Joint Probability Functions

Hi.
Here's the problem im not quite sure how to do:

The joint probability function f(x,y) of the discrete random variables X and Y are shown below.

X
______0____1_____2______3___
__1|(0.1)_(0.15)__(0.2)___(p)
Y_2|(p)___(0.15)_(0.15)_(0.05)
__3|(0.05)_(0)____(p)____(0)


Find the value of p
[ i do this and work it out as p=0.05]
Determine whether or not X and Y are independent
[ i do this by finding E(x)=1.4, E(Y)=1.6, E(XY)=2.2, then the Cov(X,Y)=-0.04 and as the covariance equals 0 when X and Y are independent, the variables show some degree of dependency]

Here's where my problem starts:
Evaluate P(X+Y=Z) for each possible values z of the random variable X+Y.

I don't know how to do this and would appreciate any help!

Thanks

Andy

Hi Andrew,

I hope this is still on time and helpful.

The answer is Z = X + Y = [1(0.1); 2(0.23); 3(0.34); 4(0.24); 5(0.08); 6(0.01)]

1. List all possible pair combinations of X and Y – it gives 12;
2. Sum each of these 12 combinations (X + Y);
3. List the probabilities of each value of X and Y – P(X) and P(Y);
4. Multiply P(X) and P(Y);
5. List all the unique numbers that resulted from point 2 – it gives 1, 2, 3, 4, 5, and 6;
6. Sum all the probabilities of each value obtained in point 5 and you get the results above P(Z = X + Y).

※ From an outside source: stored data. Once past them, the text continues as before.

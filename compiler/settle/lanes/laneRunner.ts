import type { Fault } from '../../../runtime/engine.js';
import type { ModelLayout } from '../../../runtime/layout.js';
import { loadStates, type StateMap, showStates } from '../../../runtime/stateBits.js';
import type { CyclePrograms } from '../../program/program.js';
import { BLOCK_LANES, BLOCK_WORDS } from './laneOperations.js';
import { LaneProgram } from './laneProgram.js';

/** A lane that ended because a cycle has no result, as `RunFault` ends the run of an engine. */
export interface LaneFault extends Fault {
  readonly lane: number;
  /** The cycle without result, from 0. */
  readonly cycle: number;
}

/**
 * Runs one circuit from many power-ups at once, all with the same inputs: a bit of a word each.
 *
 * Lane i does exactly what an engine of the same programs does from the i-th power-up.
 */
export class LaneRunner {
  readonly lanes: number;
  /** Cycles run so far. */
  cycles = 0;
  /** The lanes that have ended, in the order in which they did. */
  readonly faults: LaneFault[] = [];
  readonly #layout: ModelLayout;
  readonly #map: StateMap;
  readonly #programs: readonly LaneProgram[];
  readonly #pattern: Uint8Array;
  /** State bit of each element that tells its value, and whether it is kept inverted. */
  readonly #bitOf: Int32Array;
  /** State bits that are not there to fill a group of neighbours. */
  readonly #meaningful: Uint32Array;
  /** Per word of 32 lanes, a 1 for each lane that goes on. */
  readonly #running: Int32Array;

  /**
   * `powerUp` gives each lane its state, as `Engine.reset` takes it. Throws RangeError for lanes
   * that are no count from 1 on, and what `Engine.reset` throws.
   */
  constructor(
    { programs, pattern }: CyclePrograms,
    layout: ModelLayout,
    lanes: number,
    powerUp: (lane: number) => Uint8Array,
  ) {
    if (!Number.isSafeInteger(lanes) || lanes < 1) {
      throw new RangeError(`lanes are a count from 1 on, got ${lanes}`);
    }
    const blocks = Math.ceil(lanes / BLOCK_LANES);
    this.lanes = lanes;
    this.#layout = layout;
    this.#map = programs[0]!;
    this.#programs = programs.map((program) => new LaneProgram(program, blocks));
    this.#pattern = pattern;
    this.#bitOf = new Int32Array(layout.stateNames.length);
    this.#map.states.forEach(({ role, index }, bit) => {
      if (role === 'value') this.#bitOf[index] = bit;
    });
    this.#meaningful = Uint32Array.from(this.#map.states.keys()).filter(
      (bit) => this.#map.states[bit]!.role !== 'unused',
    );
    this.#running = new Int32Array(blocks * BLOCK_WORDS);
    for (let lane = 0; lane < lanes; lane++) {
      this.#running[lane >>> 5]! |= 1 << (lane & 31);
      this.#load(lane, loadStates(layout, this.#map, powerUp(lane)));
    }
  }

  /** Runs one cycle with a packed stimulus row that holds for all lanes. */
  run(row: Uint32Array): void {
    const program = this.#next;
    program.run(row);
    this.#dropFaulty(program);
    this.cycles++;
    // Each program has values of its own: the state moves on to the next cycle's.
    const next = this.#next;
    if (next === program) return;
    for (let block = 0; block < this.#blocks; block++) {
      next.stateOf(block).set(program.stateOf(block));
    }
  }

  /** The lowest lane that goes on; -1 where all have ended. */
  get firstRunning(): number {
    const word = this.#running.findIndex((lanes) => lanes !== 0);
    return word < 0 ? -1 : word * 32 + lowestBit(this.#running[word]!);
  }

  /** The state of one lane, as `Engine.state` gives it. What a lane has that ended is no state. */
  stateOf(lane: number): Uint8Array {
    const words = this.#next.stateOf(Math.floor(lane / BLOCK_LANES));
    const word = (lane >>> 5) % BLOCK_WORDS;
    const bits = this.#map.states.map((_, bit) => words[bit * BLOCK_WORDS + word]! >>> (lane & 31));
    return showStates(this.#layout, this.#map, bits);
  }

  /**
   * Calls `found` for each state element on which running lanes disagree, with the lowest lane
   * that differs from `lane`, a running one, and the value of `lane`. Two-valued programs only.
   */
  eachDifference(
    lane: number,
    found: (element: number, other: number, value: number) => void,
  ): void {
    const blocks = Array.from({ length: this.#blocks }, (_, block) => this.#next.stateOf(block));
    const home = blocks[Math.floor(lane / BLOCK_LANES)]!;
    const homeWord = (lane >>> 5) % BLOCK_WORDS;
    for (let element = 0; element < this.#bitOf.length; element++) {
      const bit = this.#bitOf[element]!;
      const kept = (home[bit * BLOCK_WORDS + homeWord]! >>> (lane & 31)) & 1;
      const other = this.#firstUnlike(blocks, bit * BLOCK_WORDS, -kept);
      if (other >= 0) found(element, other, kept ^ this.#map.stateInverted[bit]!);
    }
  }

  /** A copy of the state of all lanes, for `isAt`. */
  snapshot(): Int32Array[] {
    return Array.from({ length: this.#blocks }, (_, block) => this.#next.stateOf(block).slice());
  }

  /** Whether every running lane is in the state that it had when a copy was made. */
  isAt(snapshot: readonly Int32Array[]): boolean {
    return snapshot.every((saved, block) => {
      const words = this.#next.stateOf(block);
      const running = this.#running.subarray(block * BLOCK_WORDS);
      for (const bit of this.#meaningful) {
        for (let i = 0, at = bit * BLOCK_WORDS; i < BLOCK_WORDS; i++, at++) {
          if (((words[at]! ^ saved[at]!) & running[i]!) !== 0) return false;
        }
      }
      return true;
    });
  }

  #firstUnlike(blocks: readonly Int32Array[], at: number, value: number): number {
    for (let block = 0, word = 0; block < blocks.length; block++) {
      const words = blocks[block]!;
      for (let i = 0; i < BLOCK_WORDS; i++, word++) {
        const unlike = (words[at + i]! ^ value) & this.#running[word]!;
        if (unlike !== 0) return word * 32 + lowestBit(unlike);
      }
    }
    return -1;
  }

  #dropFaulty(program: LaneProgram): void {
    for (let word = 0; word < this.#running.length; word++) {
      const block = Math.floor(word / BLOCK_WORDS);
      const faulty = program.faulty(block, word % BLOCK_WORDS) & this.#running[word]!;
      this.#running[word]! &= ~faulty;
      for (let rest = faulty; rest !== 0; rest &= rest - 1) {
        const lane = word * 32 + lowestBit(rest);
        const { message, place } = program.faultOf(block, lane % BLOCK_LANES)!;
        this.faults.push({ lane, cycle: this.cycles, message, place });
      }
    }
  }

  #load(lane: number, bits: Uint8Array): void {
    const words = this.#next.stateOf(Math.floor(lane / BLOCK_LANES));
    const word = (lane >>> 5) % BLOCK_WORDS;
    bits.forEach((value, bit) => {
      words[bit * BLOCK_WORDS + word]! |= value << (lane & 31);
    });
  }

  get #blocks(): number {
    return this.#running.length / BLOCK_WORDS;
  }

  /** The program of the next cycle, which holds the state. */
  get #next(): LaneProgram {
    return this.#programs[this.#pattern[this.cycles % this.#pattern.length]!]!;
  }
}

const lowestBit = (word: number): number => 31 - Math.clz32(word & -word);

If you sample at random values from the distribution Z, you will get number 1 with probability 0.1, number 2 with probability 0.23, number 3 with probability 0.34, number 4 with probability 0.24, number 5 with probability 0.08 and number 6 with probability 0.01.

To make it clearer I attach an EXCEL file with the solution.

Rui

Hi Rui,

Thank you very much for that, im very greatful indeed. I've looked over it all and it seems so simple now I can see it like it is (along with the answers!).

Many thanks indeed

Andrew

Point 4 should say:

4. Multiply P(X) and P(Y);

I attach a new file with the title correction.

Rui

One other thing, in your excel file, you have E(XY)=-0.04.

I've worked this out to be the covariance.

E(XY) = (1x0x0.1)+(1x1x0.15)+(1x2x0.2)+(1x3x0.05)+(2x0x0.05)+(2x1x0.15)+(2x2x0.15)+(2x3x0.05)+(3x0.05x0)+(3x 1x0)+(3x2x0.05)+(3x3x0)= 2.2

Cov(X,Y) = E(XY) - E(X) E(Y)

=2.2-(1.4x1.6)
=-0.04

You are right. I haven´t used the most adequated symbology. Please see the new version (3) of the Excel file that I replaced in my two previous posts.

Rui